Problem 12

Question

Let $Z_{1}, \ldots, Z_{n}$ be a random sample from an $N(0,1)$ distribution. Define $X_{i}=\mu+\sigma Z_{i}$ for $i=1, \ldots, n$ and $\sigma>0$. Let $\bar{Z}, \bar{X}$ denote the sample averages and $S_{Z}$ and $S_{X}$ the sample standard deviations, of the $Z_{i}$ and $X_{i}$, respectively. a. Show that $X_{1}, \ldots, X_{n}$ is a random sample from an $N\left(\mu, \sigma^{2}\right)$ distribution. b. Express $\bar{X}$ and $S_{X}$ in terms of $\bar{Z}, S_{Z}, \mu$, and $\sigma$. c. Verify that $$ \frac{\bar{X}-\mu}{S_{X} / \sqrt{n}}=\frac{\bar{Z}}{S_{Z} / \sqrt{n}} $$ and explain why this shows that the distribution of the studentized mean does not depend on $\mu$ and $\sigma$.

Step-by-Step Solution

Verified

Answer

The studentized mean $\frac{\bar{X}-\mu}{S_{X}/\sqrt{n}}$ equals $\frac{\bar{Z}}{S_{Z}/\sqrt{n}}$, showing it does not depend on $\mu$ and $\sigma$.

1Step 1: Show the distribution of X_i

Since $Z_i \sim N(0,1)$ and $X_i = \mu + \sigma Z_i$, we can express $X_i$ as a linear transformation of $Z_i$. The linear transformation of a normal distribution $N(\mu, \sigma^2)$ has the following rules: \[\begin{align*} E[X_i] &= E[\mu + \sigma Z_i] = \mu + \sigma E[Z_i] = \mu, \ \text{Var}(X_i) &= \text{Var}(\mu + \sigma Z_i) = \sigma^2 \text{Var}(Z_i) = \sigma^2. \end{align*}\]Therefore, $X_i \sim N(\mu, \sigma^2)$.
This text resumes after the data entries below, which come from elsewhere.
import erfc from '@stdlib/math-base-special-erfc';
import { describe, expect, it } from 'vitest';
import { kolmogorovTail } from '../../../harness/estimators/kolmogorov-tail.js';
import { chiVariate } from '../../../harness/numeric/chi-variate.js';
import { gammaVariate } from '../../../harness/numeric/gamma-variate.js';
import { randomStream } from '../../../harness/numeric/random-stream.js';
import { expectWithinStandardErrors, meanAndStandardError } from './hypothesis-checks.js';

/**
 * The gamma and chi samplers against their exact laws.
 *
 * Distribution: one-sample Kolmogorov–Smirnov against closed-form distribution functions (Gamma(1)
 * = exponential, 1 − e^{−x}; Gamma(3), 1 − e^{−x}(1 + x + x²/2) (Erlang); Gamma(1/2), the law of
 * z²/2, erf √x), with the asymptotic p-value of kolmogorov-tail.ts (n = 20 000 draws, far beyond
 * where the asymptotic law is accurate); each test at level 10⁻⁴, so the three together raise a false
 * alarm with probability below 3·10⁻⁴ (Bonferroni). The power check (Gamma(1.05) tested as Gamma(1))
 * shows the test can tell a 5 % error in the shape at this sample size.
 * Moments: E χ_ν² = ν and E χ_ν⁴ = ν(ν + 2) (Johnson, Kotz and Balakrishnan 1994, ch. 18), z-tested
 * with the sample's own standard error (hypothesis-checks.ts, |z| ≤ 4.5).
 */
const DRAWS = 20_000;
const LEVEL = 1e-4;

function kolmogorovPValue(sample: Float64Array, cdf: (x: number) => number): number {
  const sorted = Float64Array.from(sample).sort();
  const n = sorted.length;
  let distance = 0;
  for (let i = 0; i < n; i++) {
    const f = cdf(sorted[i]);
    distance = Math.max(distance, Math.abs(f - i / n), Math.abs((i + 1) / n - f));
  }
  const root = Math.sqrt(n);
  // Stephens' adjustment, as in two-sample-kolmogorov-smirnov.ts (Stephens 1970; Press et al. 2007, §14.3.3).
  return kolmogorovTail((root + 0.12 + 0.11 / root) * distance);
}

function gammaSample(shape: number, key: string): Float64Array {
  const stream = randomStream(20250601, key, 0);
  return Float64Array.from({ length: DRAWS }, () => gammaVariate(stream, shape));
}

describe('gammaVariate (Marsaglia and Tsang 2000)', () => {
  const laws: [number, (x: number) => number][] = [
    [1, (x) => 1 - Math.exp(-x)],
    [3, (x) => 1 - Math.exp(-x) * (1 + x + (x * x) / 2)],
    [0.5, (x) => 1 - erfc(Math.sqrt(x))],
  ];
  for (const [shape, cdf] of laws) {
    it(`shape ${shape}: Kolmogorov–Smirnov against the exact distribution function`, () => {
      const p = kolmogorovPValue(gammaSample(shape, `gamma-${shape}`), cdf);
      expect(p, `Gamma(${shape}): KS p-value ${p}, level ${LEVEL}`).toBeGreaterThan(LEVEL);
    });
  }

  it('a wrong shape is detected by the same test (power check)', () => {
    const p = kolmogorovPValue(gammaSample(1.05, 'gamma-wrong'), (x) => 1 - Math.exp(-x));
    expect(p, `Gamma(1.05) tested as Gamma(1): p-value ${p}`).toBeLessThan(LEVEL);
  });

  it('rejects shapes that are not finite and positive', () => {
    const stream = randomStream(1, 'gamma-bad', 0);
    for (const bad of [0, -1, Number.NaN, Number.POSITIVE_INFINITY]) expect(() => gammaVariate(stream, bad)).toThrow(RangeError);
  });
});

describe('chiVariate', () => {
  for (const nu of [0.3, 1, 2.5, 7, 999.5]) {
    it(`ν = ${nu}: E χ² = ν and E χ⁴ = ν(ν + 2)`, () => {
      const stream = randomStream(20250602, `chi-${nu}`, 0);
      const squares = Float64Array.from({ length: DRAWS }, () => chiVariate(stream, nu) ** 2);
      const fourth = squares.map((x) => x * x);
      for (const [label, values, expected] of [['E χ²', squares, nu], ['E χ⁴', fourth, nu * (nu + 2)]] as const) {
        const { mean, standardError } = meanAndStandardError(values);
        expectWithinStandardErrors(`ν = ${nu}: ${label}`, mean, expected, standardError);
      }
      expect(squares.every((x) => x > 0)).toBe(true);
    });
  }
});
2Step 2: Express $\bar{X}$ in terms of $\bar{Z}$

The sample average $\bar{X}$ is defined as \[\bar{X} = \frac{1}{n} \sum_{i=1}^n X_i = \frac{1}{n} \sum_{i=1}^n (\mu + \sigma Z_i).\]This can be simplified as \[\bar{X} = \mu + \sigma \left(\frac{1}{n} \sum_{i=1}^n Z_i\right) = \mu + \sigma \bar{Z}.\]

3Step 3: Express $S_{X}$ in terms of $S_{Z}$

The sample standard deviation $S_X$ is \[S_X = \sqrt{\frac{1}{n-1}\sum_{i=1}^n (X_i - \bar{X})^2}.\]Since $X_i = \mu + \sigma Z_i$, it follows \[S_X = \sqrt{\frac{1}{n-1}\sum_{i=1}^n (\sigma Z_i - \sigma \bar{Z})^2} = \sigma \sqrt{\frac{1}{n-1}\sum_{i=1}^n (Z_i - \bar{Z})^2} = \sigma S_Z.\]
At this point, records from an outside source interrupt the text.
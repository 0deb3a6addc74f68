import { describe, expect, it } from 'vitest';
import { FNV1A32_OFFSET_BASIS, fnv1a32, fnv1a32Word } from '../../../harness/numeric/fnv1a.js';
import { philox4x32 } from '../../../harness/numeric/philox.js';
import { normalsInto, randomStream, type RandomStream } from '../../../harness/numeric/random-stream.js';
import {
  chiSquareEqualCells,
  chiSquareSurvivalEven,
  expectWithinStandardErrors,
  pearsonCorrelation,
} from './hypothesis-checks.js';

/** False-alarm level of each chi-square test below (the z-tests use hypothesis-checks' Z_LIMIT). */
const CHI_SQUARE_ALPHA = 1e-5;
const TWO_32 = 2 ** 32;

function words(stream: RandomStream, count: number): number[] {
  return Array.from({ length: count }, () => stream.nextUint32());
}

/** MurmurHash3 fmix32, written again from A. Appleby's MurmurHash3.cpp (2011) to check the documented derivation. */
function fmix32Reference(h: number): number {
  let x = BigInt(h >>> 0);
  const m = 0xffffffffn;
  x ^= x >> 16n;
  x = (x * 0x85ebca6bn) & m;
  x ^= x >> 13n;
  x = (x * 0xc2b2ae35n) & m;
  x ^= x >> 16n;
  return Number(x);
}

/** FNV-1a over raw bytes, for cross-checking the UTF-8 walk against Node's encoder. */
function fnv1a32Bytes(bytes: Uint8Array): number {
  let h = FNV1A32_OFFSET_BASIS;
  for (const b of bytes) h = Math.imul(h ^ b, 0x01000193) >>> 0;
  return h;
}

describe('fnv1a32', () => {
  it('gives the published FNV-1a 32-bit test values (Noll, FNV test suite; read in several public test files)', () => {
    expect(fnv1a32('')).toBe(0x811c9dc5);
    expect(fnv1a32('a')).toBe(0xe40c292c);
    expect(fnv1a32('foobar')).toBe(0xbf9cf968);
  });

  it('hashes the UTF-8 bytes of non-ASCII text', () => {
    for (const text of ['é', 'λ-semicircle', '∂z₁∂z₂', 'emoji 🎲 ok', 'mixed ü€𝄞']) {
      expect(fnv1a32(text)).toBe(fnv1a32Bytes(new Uint8Array(Buffer.from(text, 'utf8'))));
    }
  });

  it('continues over a little-endian word', () => {
    const bytes = new Uint8Array([0x66, 0x6f, 0x6f, 0x04, 0x03, 0x02, 0x01]);
    expect(fnv1a32Word(fnv1a32('foo'), 0x01020304)).toBe(fnv1a32Bytes(bytes));
  });
});

describe('randomStream: derivation and determinism', () => {
  it('follows the documented key and counter layout', () => {
    const cases: Array<[number, string, number]> = [
      [0, 'semicircle', 0],
      [12345, 'fluctuations/tracial', 77],
      [2 ** 40 + 9, 'edge', 2 ** 35 + 3],
    ];
    for (const [seed, key, index] of cases) {
      const seedHigh = Math.floor(seed / TWO_32);
      const philoxKey = Uint32Array.from([seed % TWO_32, fmix32Reference(fnv1a32Word(fnv1a32(key), seedHigh))]);
      const stream = randomStream(seed, key, index);
      for (let block = 0; block < 3; block++) {
        const out = new Uint32Array(4);
        philox4x32(Uint32Array.from([block, 0, index % TWO_32, Math.floor(index / TWO_32)]), philoxKey, out);
        expect(words(stream, 4)).toEqual(Array.from(out));
      }
    }
  });

  it('repeats the same sequence for the same seed, key and index', () => {
    const a = randomStream(42, 'check', 7);
    const b = randomStream(42, 'check', 7);
    for (let k = 0; k < 2000; k++) {
      expect(a.nextUint32()).toBe(b.nextUint32());
      expect(Object.is(a.nextUniform(), b.nextUniform())).toBe(true);
      expect(Object.is(a.nextNormal(), b.nextNormal())).toBe(true);
    }
  });

  it('gives different sequences when the index, key or seed (low or high bits) changes', () => {
    const reference = words(randomStream(5, 'check', 3), 8);
    const variants: Array<[number, string, number]> = [
      [5, 'check', 4],
      [5, 'check', 3 + TWO_32],
      [5, 'checl', 3],
      [5, 'check ', 3],
      [6, 'check', 3],
      [5 + TWO_32, 'check', 3],
    ];
    for (const [seed, key, index] of variants) {
      expect(words(randomStream(seed, key, index), 8), `${seed} ${key} ${index}`).not.toEqual(reference);
    }
  });

  it('rejects seeds and indices that are not integers in [0, 2^53)', () => {
    expect(() => randomStream(-1, 'k', 0)).toThrow(RangeError);
    expect(() => randomStream(1.5, 'k', 0)).toThrow(RangeError);
    expect(() => randomStream(2 ** 53, 'k', 0)).toThrow(RangeError);
    expect(() => randomStream(0, 'k', -1)).toThrow(RangeError);
    expect(() => randomStream(0, 'k', Number.NaN)).toThrow(RangeError);
    expect(() => randomStream(2 ** 53 - 1, 'k', 2 ** 53 - 1)).not.toThrow();
  });

  it('fills arrays with the same normals as successive nextNormal calls', () => {
    const out = normalsInto(randomStream(3, 'fill', 0), new Float64Array(7));
    const s = randomStream(3, 'fill', 0);
    expect(Array.from(out)).toEqual(Array.from({ length: 7 }, () => s.nextNormal()));
  });
});

describe('randomStream: distribution (honest tests, false-alarm levels stated)', () => {
  it('draws uniforms strictly inside (0, 1) on the 2^-53 grid', () => {
    const s = randomStream(1, 'open-interval', 0);
    let bad = 0;
    for (let k = 0; k < 100_000; k++) {
      const u = s.nextUniform();
      if (!(u > 0 && u < 1) || !Number.isInteger(u * 2 ** 53)) bad++;
    }
    expect(bad).toBe(0);
  });

  it('has uniform 32-bit words: each bit is 1 half the time (binomial z-test per bit)', () => {
    const n = 100_000;
    const ones = new Float64Array(32);
    const s = randomStream(2, 'bits', 0);
    for (let k = 0; k < n; k++) {
      const w = s.nextUint32();
      for (let b = 0; b < 32; b++) ones[b] += (w >>> b) & 1;
    }
    for (let b = 0; b < 32; b++) expectWithinStandardErrors(`bit ${b}`, ones[b] / n, 0.5, Math.sqrt(0.25 / n));
  });

  it('passes a chi-square equidistribution test on 101 cells (ν = 100, α = 1e-5)', () => {
    const cells = 101;
    const counts = new Float64Array(cells);
    const s = randomStream(3, 'chi-square', 0);
    for (let k = 0; k < 1000 * cells; k++) counts[Math.floor(s.nextUniform() * cells)]++;
    const p = chiSquareSurvivalEven(chiSquareEqualCells(counts), cells - 1);
    expect(p).toBeGreaterThan(CHI_SQUARE_ALPHA);
  });

  it('passes the serial test on pairs of successive uniforms, 9 × 9 cells (ν = 80, α = 1e-5; Knuth, TAOCP vol. 2, 3.3.2)', () => {
    const side = 9;
    const counts = new Float64Array(side * side);
    const s = randomStream(4, 'serial', 0);
    for (let k = 0; k < 500 * side * side; k++) {
      counts[Math.floor(s.nextUniform() * side) * side + Math.floor(s.nextUniform() * side)]++;
    }
    expect(chiSquareSurvivalEven(chiSquareEqualCells(counts), side * side - 1)).toBeGreaterThan(CHI_SQUARE_ALPHA);
  });

  it('draws normals with the moments of N(0, 1): mean 0, E x² = 1, E x³ = 0, E x⁴ = 3', () => {
    // Standard errors from the exact N(0, 1) moments E x² = 1, E x⁴ = 3, E x⁶ = 15, E x⁸ = 105:
    // Var x = 1, Var x² = 2, Var x³ = 15, Var x⁴ = 96.
    const n = 200_000;
    const s = randomStream(5, 'normal-moments', 0);
    let m1 = 0;
    let m2 = 0;
    let m3 = 0;
    let m4 = 0;
    for (let k = 0; k < n; k++) {
      const x = s.nextNormal();
      const x2 = x * x;
      m1 += x;
      m2 += x2;
      m3 += x2 * x;
      m4 += x2 * x2;
    }
    expectWithinStandardErrors('E x', m1 / n, 0, Math.sqrt(1 / n));
    expectWithinStandardErrors('E x²', m2 / n, 1, Math.sqrt(2 / n));
    expectWithinStandardErrors('E x³', m3 / n, 0, Math.sqrt(15 / n));
    expectWithinStandardErrors('E x⁴', m4 / n, 3, Math.sqrt(96 / n));
  });

  it('puts the N(0, 1) mass 2Φ(1) − 1 inside [−1, 1] (binomial z-test)', () => {
    // P(|x| ≤ 1) = erf(1/√2) = 0.6826894921370859 (Python's math.erf(1/math.sqrt(2))).
    const n = 200_000;
    const p = 0.6826894921370859;
    const s = randomStream(6, 'normal-mass', 0);
    let inside = 0;
    for (let k = 0; k < n; k++) if (Math.abs(s.nextNormal()) <= 1) inside++;
    expectWithinStandardErrors('P(|x| ≤ 1)', inside / n, p, Math.sqrt((p * (1 - p)) / n));
  });
});

describe('randomStream: independence (Pearson correlation, √n·r ≈ N(0, 1) under independence)', () => {
  // Under independence with finite fourth moments, √n·r is asymptotically standard normal
  // (R. A. Fisher, Biometrika 10, 1915); n = 20 000 pairs keeps the normal approximation sharp.
  const n = 20_000;

  function firstDraws(seedOf: (i: number) => number, keyOf: (i: number) => string, indexOf: (i: number) => number) {
    const u = new Float64Array(n);
    const z = new Float64Array(n);
    for (let i = 0; i < n; i++) {
      const s = randomStream(seedOf(i), keyOf(i), indexOf(i));
      u[i] = s.nextUniform();
      z[i] = s.nextNormal();
    }
    return { u, z };
  }

  function expectUncorrelated(label: string, x: Float64Array, y: Float64Array): void {
    expectWithinStandardErrors(label, pearsonCorrelation(x, y), 0, 1 / Math.sqrt(n));
  }

  it('between adjacent sample indices of one check', () => {
    const a = firstDraws(() => 9, () => 'adjacent', (i) => 2 * i);
    const b = firstDraws(() => 9, () => 'adjacent', (i) => 2 * i + 1);
    expectUncorrelated('uniforms, index i vs i + 1', a.u, b.u);
    expectUncorrelated('normals, index i vs i + 1', a.z, b.z);
  });

  it('between adjacent seeds and between two checks at the same index', () => {
    const a = firstDraws((i) => 2 * i, () => 'seeds', (i) => i);
    const b = firstDraws((i) => 2 * i + 1, () => 'seeds', (i) => i);
    expectUncorrelated('uniforms, seed s vs s + 1', a.u, b.u);
    expectUncorrelated('normals, seed s vs s + 1', a.z, b.z);
    const c = firstDraws(() => 11, () => 'check-a', (i) => i);
    const d = firstDraws(() => 11, () => 'check-b', (i) => i);
    expectUncorrelated('uniforms, key a vs key b', c.u, d.u);
    expectUncorrelated('normals, key a vs key b', c.z, d.z);
  });

  it('between successive draws of one stream (lag 1)', () => {
    const s = randomStream(12, 'lag', 0);
    const x = new Float64Array(n + 1);
    for (let k = 0; k <= n; k++) x[k] = s.nextNormal();
    expectUncorrelated('normals, lag 1', x.subarray(0, n), x.subarray(1));
    const u = new Float64Array(n + 1);
    for (let k = 0; k <= n; k++) u[k] = s.nextUniform();
    expectUncorrelated('uniforms, lag 1', u.subarray(0, n), u.subarray(1));
  });
});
4Step 4: Verify the studentized mean identity

We need to show that \[\frac{\bar{X}-\mu}{S_{X}/\sqrt{n}} = \frac{\bar{Z}}{S_{Z}/\sqrt{n}}.\]Using the expressions derived above, substitute $ \bar{X} = \mu + \sigma \bar{Z} $ and $ S_X = \sigma S_Z $:\[\frac{\bar{X} - \mu}{S_X / \sqrt{n}} = \frac{(\mu + \sigma \bar{Z}) - \mu}{\sigma S_Z / \sqrt{n}} = \frac{\sigma \bar{Z}}{\sigma S_Z / \sqrt{n}} = \frac{\bar{Z}}{S_Z / \sqrt{n}}.\]This identity confirms that the studentized mean is independent of $\mu$ and $\sigma$.

Key Concepts

Normal DistributionRandom SampleStudent's t-distributionSample MeanSample Standard Deviation

Normal Distribution

The normal distribution is a fundamental concept in probability theory. It describes how data points are distributed around a mean value. It is symmetric and has a bell-shaped curve, characterized by its mean $ \mu \,$ and variance $ \sigma^2 \,$. The standard form of a normal distribution is denoted as $ N(0,1) \,$, which means a mean of zero and a variance of one. This is often called the "standard normal distribution." The transformation from a standard normal distribution to any normal distribution involves scaling by the standard deviation $ \sigma \,$ and shifting by the mean $ \mu \,$. Understanding this distribution is pivotal as it serves as a foundation for many statistical methods and tests.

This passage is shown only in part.